# Pet friendly in/around San Juan del Rio?



## jambi (Dec 12, 2013)

Greetings! Traveling from Oaxaca to the border, via Highway 57. I'm looking for a pet friendly hotel somewhere between the northern end of the Arco Norte and Queretaro. San Juan del Rio is very strategically located, but so far I've had no luck finding a hotel that accepts pets. I've called a dozen hotels found on pet friendly sites and so far no dice!. Can somebody please point me to a pet friendly hotel in/around the San Juan del Rio area? I really prefer not to have to drive into Queretaro, but I'd appreciate recommendations for that city as well.

Thanks!


----------



## coondawg (May 1, 2014)

Any "hot sheet" autohotel will accept your pets, plus you get an enclosed garage. It is up to you if you watch the tv movies or not. No reservation needed.


----------



## RVGRINGO (May 16, 2007)

In Mexico, hotels generally do not accept pets, but many *motels* will accept them.


----------



## GARYJ65 (Feb 9, 2013)

jambi said:


> Greetings! Traveling from Oaxaca to the border, via Highway 57. I'm looking for a pet friendly hotel somewhere between the northern end of the Arco Norte and Queretaro. San Juan del Rio is very strategically located, but so far I've had no luck finding a hotel that accepts pets. I've called a dozen hotels found on pet friendly sites and so far no dice!. Can somebody please point me to a pet friendly hotel in/around the San Juan del Rio area? I really prefer not to have to drive into Queretaro, but I'd appreciate recommendations for that city as well.
> 
> Thanks!


I don't think there are any"pet friendly" hotels, I would rather take a motel room and you may keep your pets in the garage.
When you get to San Juan send me a message and let's meet for a chat!


----------



## jambi (Dec 12, 2013)

Ok, so PLEASE tell me, where are these motels where you keep your pets in the garage. I know they exist, I understand the concept of notel motel. I just don't know where any are in that area.

Thanks!


----------



## RVGRINGO (May 16, 2007)

They are generally on the “main drag“ (not the cuota) on the outskirts of town. Any town that is more than a village will generally support at least one of them. Not all of them are “no tell motels“, but are quite normal motels.
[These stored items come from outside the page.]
// Heat capacity given at temperatures, with straight lines or smooth curves between them.
//
// Between two knots cp = y + m u + c2 u^2 + c3 u^3 with u = T - T_knot. Linear: c2 = c3 = 0. Smooth: piecewise cubic
// Hermite interpolation with the slopes of F. N. Fritsch and R. E. Carlson (SIAM J. Numer. Anal. 17 (1980) 238-246) in
// the harmonic-mean form of F. N. Fritsch and J. Butland (SIAM J. Sci. Stat. Comput. 5 (1984) 300-304): no overshoot.
//
// Enthalpy is the exact integral of cp. Entropy is that of cp/T by Gauss-Legendre quadrature with 7 points, whose
// relative error is below 2e-13 while a knot lies at most 1.5 times above the one before (checked in
// tests/unit/tabulated_heat_capacity.cpp); wider spacings are divided when the table is built. The closed form with a
// logarithm would lose up to eight digits where knots are a few millikelvin apart.
#pragma once

#include "registry/limits.hpp"
#include "registry/number.hpp"
#include "registry/source.hpp"

#include <cmath>
#include <cstddef>
#include <span>

namespace entropy_ledger::registry {

inline constexpr double table_pressure = 1e5; // Pa; at which a table holds

struct TableKnot {
    double T;           // K
    double y, m, c2, c3; // of cp from here to the next knot, J/(kg K^(1..4))
    double h;           // enthalpy here, J/kg
    double s;           // entropy here, J/(kg K)
};

struct TabulatedHeatCapacity {
    const TableKnot* knots;  // count of them, for as many intervals
    const double* bounds;    // inner ends of the intervals: count - 1 of them
    std::size_t count;       // at least 1
    double upper;            // K, end of the last interval
    double gas_constant;     // J/(kg K), R over the molar mass, of an ideal gas; 0 for a condensed phase
    Range trust;             // K
    Source const* origin;

    static constexpr bool holds_heat_capacity = true;

    template <class Number>
    Number entropy(const Number& T, const Number& p) const
    {
        const Number at_standard_pressure = in_interval(T, [&](const TableKnot& k) -> Number {
            return k.s + entropy_from_knot(k, T);
        });
        using std::log;
        return gas_constant > 0.0 ? at_standard_pressure - gas_constant * log(p / table_pressure) : at_standard_pressure;
    }

    template <class Number>
    Number enthalpy(const Number& T, const Number&) const
    {
        return in_interval(T, [&](const TableKnot& k) -> Number {
            const Number u = T - k.T;
            return k.h + u * (k.y + u * (k.m / 2.0 + u * (k.c2 / 3.0 + u * (k.c3 / 4.0))));
        });
    }

    template <class Number>
    Number heat_capacity(const Number& T, const Number&) const
    {
        return in_interval(T, [&](const TableKnot& k) -> Number {
            const Number u = T - k.T;
            return k.y + u * (k.m + u * (k.c2 + u * k.c3));
        });
    }

    Limits limits(double p) const
    {
        if (!(p > 0.0))
            return {empty_range, empty_range};
        return {{knots[0].T, upper}, trust};
    }

    const Source& source(double, double) const { return *origin; }
    std::span<const Source* const> sources() const { return {&origin, 1}; }

    // Integral of cp/T from the knot to T, by quadrature.
    template <class Number>
    static Number entropy_from_knot(const TableKnot& k, const Number& T)
    {
        // Nodes and weights of Gauss-Legendre quadrature, n = 7, on [-1, 1]: Abramowitz and Stegun, table 25.4.
        constexpr double node[4] = {0.0, 0.405845151377397166907, 0.741531185599394439864, 0.949107912342758524526};
        constexpr double weight[4] = {0.417959183673469387755, 0.381830050505118944950, 0.279705391489276667901,
                                      0.129484966168869693271};
        const Number half = 0.5 * (T - k.T);
        const auto integrand = [&](const Number& u) -> Number {
            return (k.y + u * (k.m + u * (k.c2 + u * k.c3))) / (k.T + u);
        };
        Number sum = weight[0] * integrand(half);
        for (int i = 1; i < 4; ++i)
            sum = sum + weight[i] * (integrand(half * (1.0 - node[i])) + integrand(half * (1.0 + node[i])));
        return half * sum;
    }

private:
    template <class Number, class Term>
    Number in_interval(const Number& T, Term&& term) const
    {
        return choose(T, std::span<const double>(bounds, count - 1),
                      [&](std::size_t index) -> Number { return term(knots[index]); });
    }
};

} // namespace entropy_ledger::registry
We recently stayed at Motel Paraiso in Culiacan, which seemed to have “no tell“ bungalos on one side, complete with private gardens, and a perfectly normal and very nice motel on the other side. It had secure, guarded parking in front of each unit, as well as a very good restaurant with prompt room service. The latter is very handy with dogs aboard. It is on Calle Internacional, for those using Rt. 15 through Culiacan. Price was $450 last October, with no time limit in the motel section.


----------



## bichon (Aug 14, 2015)

*bichon*

Sorry, you are having the same problem than us. We live in Texas, travel a lot all over in Mexico with our two bichon frise. It is so hard to find nice pet friendly hotels, I wish more hotels will take pets. We found two in our way to our vacation home in Playa del Carmen. One is in Tequisquiapan, very nice colonial little town, few minutes from San Juan del Rio. It is a nice modest clean rustic stile posada for less than $70.00 Dlls. just a few min. walk from the main plaza and nice restaurants. POSADA DEL SOL. Ave. Benito Juarez 1 Centro 52 414 273 6071. The man in charge is very nice. 
If you ever make it to Palenque, Chiapas there is one hotel in the street Merle Green La Canada, I think is el Xilbalba.
In Villa Hernosa Tabasco there is a very very nice one the Hilton Av. Adolfo Ruiz Cortines Ote, Km. 12.8 993 313 6800
that is for people like us that we drive all the way to Quintana Roo, it is in our way, like the Posada del sol. Please let us know if any body find any other hotels pet friendly in Mexico. A lot of them show to be, until you get there. Good Luck.


----------



## citlali (Mar 4, 2013)

There is a motel past the WV plant in Puebla so on the north east side of Puebla. It is a regular motel not a hot sheet hotel and there is a restaurant there. They do accept pet. I never stayed there but I stopped to ask one day and they say no problem. There is work or was work last time we went through in December so I am not sure of the exit but if you take the lateral past the wv plant and continue north you will see it. It is before the entry to arco norte.
bY the way I quit looking for pet friendly hotels on the phone, I never had anyone telling me they accepted pets on the phone but we have been rarely turned down once there. We ravel with kennels and that seems to help as our dogs are kennel trained and will stay in their kennels without barking.


----------



## citlali (Mar 4, 2013)

Bichon we stay at Las cascadas hotel in Orizaba ( not on week-ends)without any problems and we have a bunch of dogs.They are right next to a large park on the west side of the road next to the enrance or exot to a Pemex. The trick is to come in after 7pm there when the woman in charge of housecleaning is gone. That is what the desk told us and we have stayed there many times. There is also a place in Orizaba that accept pets but we usually stay out of city center when we travel with pets so we have not tried.


----------



## mes1952 (Dec 11, 2012)

I always travel with my small dogs and never had a problem finding places in Baja. Google the words pet friendly (and the location) and usually you will find plenty of places. There are a couple of Spanish websites for pet friendly too.


----------



## citlali (Mar 4, 2013)

Baja maybe different when we came down I called many hotels and they all turned us down. On the other hand we did find motels all the way down and we had 3 mqstiffs..nothing you can sneak in.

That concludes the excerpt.